Regular Expressions (Regular expression (RE))
is through the arrangement of some special characters to "search/replace/delete" one or more columns of text string, in short, the regular expression is used in the processing of a string "expression" above. Regular expressions are not a tool program, but a standard basis for string processing, and if you want to use regular expressions to handle strings, you will need a tool program that supports regular expressions, such as VI, awk, grep, sed ...
Grep
Basic rules:
grep ' Search String ' filename
Options and Parameters:
-A: Search data in binary archives in text file mode
-C: Calculates the number of ' search string ' found
-I: Ignore case
-N: Output line number
-V: Reverse selection, which displays rows without a ' search string ' content
Example
1. Remove the line that appears root in the last
Last grep ' Root '
2. As opposed to 1, as long as there is no root line
Last grep ' Root '
3. Remove the/etc/man.config containing the Manpath and display the line number
grep ' MANPATH ' -n/etc/man. config
Plus the--color=auto option, the keywords you find are displayed in a special color.
Advanced
Rules:
grep ' Search String ' filename
Options and Parameters:
-A: The following can be added to the number, in the meaning of After, in addition to listing the row, the subsequent n rows are also listed
-B: The following can be added as a number, for the meaning of befer, in addition to listing the row, the previous n rows are also listed
Example
1.
grep ' ETH '
The DMESG can list the core-generated messages and access the network card-related information via grep (ETH).

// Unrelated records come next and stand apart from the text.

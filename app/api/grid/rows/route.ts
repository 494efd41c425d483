import type { NextResponse } from "next/server";
import { getDb } from "@/lib/core/db";
import { parseQuery, respond } from "@/lib/api/json-route.service";
import { requireReader } from "@/lib/auth/request.service";
import { GridQuerySchema } from "@/lib/grid/query.schema";
import { listGridRows } from "@/lib/grid/grid.service";
import { ok } from "@/lib/core/result";
import { handled } from "@/lib/api/handle.service";

/** One block of a grid table for the infinite row model: rows, the filtered count and totals within the filter. */
export const GET = handled("GET /api/grid/rows", async (request: Request): Promise<NextResponse> => {
  const who = await requireReader(request);
  if (!who.ok) return respond(who);
  const q = parseQuery(request, GridQuerySchema);
  if (!q.ok) return respond(q);
  const t0 = performance.now();
  const page = await listGridRows(await getDb(), who.value, q.value);
  const res = respond(ok(page));
  res.headers.set("Server-Timing", `db;dur=${(performance.now() - t0).toFixed(1)}`);
  return res;
});
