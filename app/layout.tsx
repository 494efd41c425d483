import Link from "next/link";
import { SignOutGuard } from "@/app/_ui/sign-out-guard";
import type { Metadata } from "next";
import type { ReactNode } from "react";
import { MainNav } from "@/app/_ui/nav";
import { loadHeader } from "@/app/_ui/site";
import { signOutAction } from "@/app/login/actions";
import { labelOf } from "@/lib/core/vocabulary";
import { menuFor } from "@/lib/auth/read-matrix";
import "./globals.css";

// Every page reads the books; nothing is prerendered at build time (the not-found page included).
export const dynamic = "force-dynamic";

export const metadata: Metadata = {
  title: { default: "Tracevat", template: "%s · Tracevat" },
  description: "Feedstock inventory and traceability for a biodiesel plant.",
};

export default async function RootLayout({ children }: { children: ReactNode }) {
  const { site, user } = await loadHeader();
  return (
    <html lang="en">
      <body>
        <a className="skip-link" href="#main">
          Skip to content
        </a>
        <header className="site-header">
          <div className="brand">
            <span className="brand-name">Tracevat</span>
            <span className="brand-site">{site ? `${site.name} · ${site.town}` : user ? "No site set up" : ""}</span>
          </div>
          {user ? (
            <form action={signOutAction} className="who">
              <span>
                <Link href="/me" className="who-link" title="Your settings">
                  {user.fullName}
                </Link>{" "}
                <span className="muted">({labelOf(user.role)})</span>
              </span>
              <button type="submit" className="link-button">
                Sign out
              </button>
            </form>
          ) : null}
          {user ? <MainNav items={menuFor(user.role)} /> : null}
          {user ? <SignOutGuard /> : null}
        </header>
        <main id="main" tabIndex={-1}>
          {children}
        </main>
        <footer className="site-footer">
          Masses are book stock from the movement ledger, kept in whole grams. Records are never deleted: corrections
          are new entries with a reason.
        </footer>
      </body>
    </html>
  );
}
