"use client";

export default function ErrorPage({ error, reset }: { error: Error & { digest?: string }; reset: () => void }) {
  return (
    <>
      <h1>This page could not be shown</h1>
      <p className="empty">
        The server could not read the books for this page{error.digest ? ` (reference ${error.digest})` : ""}. Check that the database is
        migrated, then try again.
      </p>
      <p>
        <button type="button" onClick={reset}>
          Try again
        </button>
      </p>
    </>
  );
}
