import Link from "next/link";

/** A page the signed-in role may not read: 403, a plain message and no data. */
export default function Forbidden() {
  return (
    <>
      <h1>Not available to your role</h1>
      <p className="empty">
        This page is kept for other roles at the plant. If your work needs it, ask your administrator.
      </p>
      <p>
        <Link href="/">Back to your start page</Link>
      </p>
    </>
  );
}
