References
----------
.. [1] N. Hagen, Y. Otani, Opt. Eng. 58(8), 080501 (2019) (diattenuation in the analysis
   matrix).
.. [2] Young (1980); Chandrasekhar (1950) (the model, see :mod:`polarsky.sky.rayleigh`).
"""

from __future__ import annotations

import warnings
from pathlib import Path

import numpy as np

from ..conventions import SUN_CAUTION
from ..errors import InputError, PolarskyWarning
from ..estimate.calibration import Calibration, applied_analysis
from ..sky.features import feature_bands
from ..sky.fit import channel_mean, describe_mask, fit_dolp_max, sky_mask
from ..sky.models import get_model
from ..sky.orient import TIE_CORRELATION, fit_orientation, sample_bracket
from ..sky.position_fit import fit_position_offsets, position_samples
from ..sky.skymap import model_maps
from .sky import prepare_sky

__all__ = ["split_brackets", "fit_sky_calibration", "run_calibrate_sky"]


def _none_nan(x):
    if isinstance(x, list):
        return [_none_nan(v) for v in x]
    return None if (isinstance(x, float) and not np.isfinite(x)) else x


def split_brackets(frames, bracket_size: int | None) -> list[list[str]]:
    """Group FRAME... into brackets: ``bracket_size`` consecutive frames each, or one
    bracket per ``stokes.nc``; all frames form one bracket by default."""
    frames = [str(f) for f in frames]
    if not frames:
        raise InputError("give the frames of at least one sky bracket (or stokes.nc files)")
    if all(Path(f).suffix.lower() in (".nc", ".nc4", ".h5") for f in frames):
        if bracket_size not in (None, 1):
            raise InputError("--bracket-size does not apply to stokes.nc inputs (each file is one bracket)")
        return [[f] for f in frames]
    if bracket_size is None:
        return [frames]
    if bracket_size < 3:
        raise InputError(f"--bracket-size {bracket_size} is too small; a bracket needs at least 3 frames")
    if len(frames) % bracket_size:
        raise InputError(f"{len(frames)} frames do not split into brackets of {bracket_size}; "
                         "give a multiple of --bracket-size frames, in bracket order")
    return [frames[i:i + bracket_size] for i in range(0, len(frames), bracket_size)]
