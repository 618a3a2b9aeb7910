"""Build a real sparse multi-class / multi-label data set from the Debian package index.

Each row is one binary package from the apt lists of this machine:

* **features** -- hashed token counts of the package description (short line plus the long
  description from ``Translation-en`` when present) and of the names of the packages it
  depends on (``Depends``, ``Pre-Depends``, ``Recommends``; alternatives ``a | b`` give both
  names; version constraints, architecture qualifiers and build profiles are stripped).
  Dependency names are prefixed with ``dep:`` so that they never collide with words.
* **class** -- the archive ``Section`` with any ``contrib/``, ``non-free/`` or
  ``non-free-firmware/`` prefix removed.
* **tags** -- the debtags ``Tag:`` field (``facet::value`` items).  Tags of the
  ``special::`` facet (e.g. ``special::not-yet-tagged``) are book-keeping, not content,
  and are dropped.  Packages without a ``Tag:`` field get an empty tag row; such rows
  mean "untagged", not "no tag applies", and should be left out of a tag task.

Rebuilding the data set
-----------------------
The Debian image ships with ``Acquire::Languages "none"``, so the long descriptions
(``Translation-en``) are only fetched when asked for.  As root::

    apt-get update -o Acquire::Languages=en
    /work/main/.venv/bin/python tools/realdata.py --out /tmp/realdata --seed 0

A plain ``apt-get update`` afterwards deletes the ``Translation-en`` lists again; the
builder then falls back to the short descriptions and says so in ``summary.json``
(``"long_descriptions": false``).  The result depends on the day of the ``apt-get
update``: ``summary.json`` records every source file with its size, modification time and
SHA-256, and the ``Date:`` line of each suite's ``InRelease``.

Record selection
----------------
The same package name can appear in several suites (``bookworm``, ``bookworm-updates``,
``bookworm-security``).  One row is kept per name: the record from the index with the
most records (the base suite) wins, and the smaller indexes only add names that the base
suite lacks.  The base suite is the one that carries ``Tag:`` fields.

Split
-----
A per-class (stratified) random split with ``numpy.random.default_rng(seed)``: for a
class with ``n`` rows, ``n_test = max(1, floor(0.2 n))`` rows go to test when ``n >= 2``
(else 0), and of the ``m = n - n_test`` remaining rows ``n_val = max(1, floor(0.2 m))``
go to validation when ``m >= 3`` (else 0); the rest is train.  So every class keeps at
least one training row, rare classes are kept whole rather than dropped, a class of one
row appears in train only, and a class of two rows has one train and one test row.
``train`` and ``val`` together form the 80 % training part; ``val`` is a part of it.

Features
--------
Token ``t`` goes to column ``crc32(t.encode("utf-8")) % n_features`` (deterministic
across runs and machines).  Values are raw counts unless ``--tfidf`` (smoothed idf
``ln((1 + n) / (1 + df)) + 1`` with document frequencies from the train split only) and/or
``--unit-norm`` (each row scaled to unit Euclidean norm) are given.
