A pass holds, at its peak, the model (``U``, ``V``, ``Omega``, ``Psi``, ``b``
and their concatenations), the accumulated partial sums (each d-row sum
compensated: sum, compensation and a block-term buffer, three d-row arrays; see
:mod:`kernels.compensated`), a few partials and
blocks in flight (each block's decoded CSR, its read buffers and its dense
per-row temporaries: projections, scores, residual), the kernels' per-thread
accumulators and, when asked, the dense gradient and the cached projections.
:func:`plan_blocks` sizes the blocks so that this estimate stays within the
budget; nothing but the cached projections grows with the number of rows.
"""

from __future__ import annotations

import ctypes
import math
import os
import re
from dataclasses import dataclass, field
from typing import Any

from ranktide.errors import ConfigError
from ranktide.kernels.csc import worth_transposing
from ranktide.kernels.products import dense_chunk_rows

__all__ = ["parse_memory", "total_memory", "available_memory", "cgroup_limit",
           "process_floor", "peak_resident", "release_freed_memory", "default_budget",
           "plan_blocks", "Plan", "format_bytes", "MAX_BLOCK_CSR_BYTES", "MAX_BLOCK_DENSE_BYTES",
           "FLOOR_QUANTUM"]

2. With the title, the first two lines of the keyword line and the last three lines are also displayed:
grep ' ETH '
3. Use the brackets [] to search for set characters
If you want to search for test or taste these two words, you can find that they have a common ' t?st ' existence, this time,
I can search for this:
grep ' t[ae]st ' filename
4. We can use,
grep ' oo ' filename
To search for a line that contains ' oo ', so maybe or search for a bunch of words good, food ... Line, what if we don't want ' oo ' in front of ' G '? You can use the inverse selection of the set character [^]:
grep ' [^g]oo ' filename
If you don't want ' oo ' to have lowercase letters, we can write this:
grep -n [^a-z]oo' filename
That is, for consecutive females or numbers, you can write this [a-z], [A-z], [0-9].